– Héctor… Me marché de Barcelona, superé lo nuestro poco a poco; me esforcé por dejar de envidiar a Ruth, por olvidarme de ti.
Él deseaba besarla. Aparcar el coche en cualquier esquina y abrazarla. Ir a su hotel y desnudarla despacio. Acariciarla hasta borrar aquellos siete años de separación. Ella le miró a los ojos y comprendió.

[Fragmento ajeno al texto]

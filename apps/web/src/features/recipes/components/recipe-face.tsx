import { chakra } from '@chakra-ui/react';
import type { RectMm } from '@proofplate/imaging';
import { useCouponLayout } from '../../../components/plate/evidence-plate';
import { FlatPhoto } from '../../../components/plate/flat-photo';
import { platePhotoOf } from '../../../components/plate/plate-photo';
import { PlateRing } from '../../../components/plate/plate-ring';
import { PlateThumbnail } from '../../../components/plate/plate-thumbnail';
import type { RecipeFace as Face } from '../recipes.api';

const HEIGHT_PX = 40;
const WIDEST_PX = 54;
/** Between the cells and the letters that are burnt beside them. */
const MARGIN_MM = 1.2;

/** The plate's face in a row: the cells alone, the cell that stands for the recipe ringed. */
export function RecipeFace({ face }: { face: Face }) {
  const { rows, columns, cellMm, gapMm, couponCode: code } = face;
  const layout = useCouponLayout({ rows, columns, cellMm, gapMm, code });
  const photo = platePhotoOf(face.photo, 'small');
  const label = `Coupon ${code}, cell ${face.address}`;
  if (photo === undefined) return <PlateThumbnail layout={layout} cells={NO_CELLS} chosen={face.address} label={label} />;
  const region = cellsRegion(layout.cells.map(({ rect }) => rect));
  const chosen = layout.cells.find(({ address }) => address === face.address);
  const width = Math.min(WIDEST_PX, (HEIGHT_PX * region.widthMm) / region.heightMm);
  return (
    <chakra.div style={{ width }}>
      <FlatPhoto photo={photo} plate={layout.plate} region={region} label={label}>
        <chakra.svg
          viewBox={`${region.xMm} ${region.yMm} ${region.widthMm} ${region.heightMm}`}
          position="absolute"
          inset="0"
          width="full"
          height="full"
          aria-hidden="true"
        >
          {chosen !== undefined && <PlateRing rect={chosen.rect} weight={Math.max(1.7, region.widthMm / 15)} />}
        </chakra.svg>
      </FlatPhoto>
    </chakra.div>
  );
}

const NO_CELLS = {};

function cellsRegion(rects: readonly RectMm[]): RectMm {
  const left = Math.min(...rects.map(({ xMm }) => xMm)) - MARGIN_MM;
  const top = Math.min(...rects.map(({ yMm }) => yMm)) - MARGIN_MM;
  const right = Math.max(...rects.map(({ xMm, widthMm }) => xMm + widthMm)) + MARGIN_MM;
  const bottom = Math.max(...rects.map(({ yMm, heightMm }) => yMm + heightMm)) + MARGIN_MM;
  return { xMm: left, yMm: top, widthMm: right - left, heightMm: bottom - top };
}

– No. -Se soltó con suavidad, aunque con firmeza-. Nada de polvos nostálgicos, Héctor. Son asquerosamente deprimentes. Hubo un tiempo en que no podía rechazarte. Mi cuerpo no habría sido capaz de negarse. Pero ahora sí. ¿Y sabes por qué? Porque sólo hay una verdad y no quiero engañarme. Tuviste la opción de escoger y lo hiciste: yo perdí y ganó Ruth. La partida acabó ahí.
De haberse tratado de Martina, o incluso de Leire, habrían notado que el jefe estaba de un humor de perros con sólo verlo entrar. Pero, lógicamente, Roger Fort carecía de intuición femenina, y tampoco poseía grandes dosis de la masculina, así que abordó al inspector Salgado en cuanto éste pasó ante su mesa.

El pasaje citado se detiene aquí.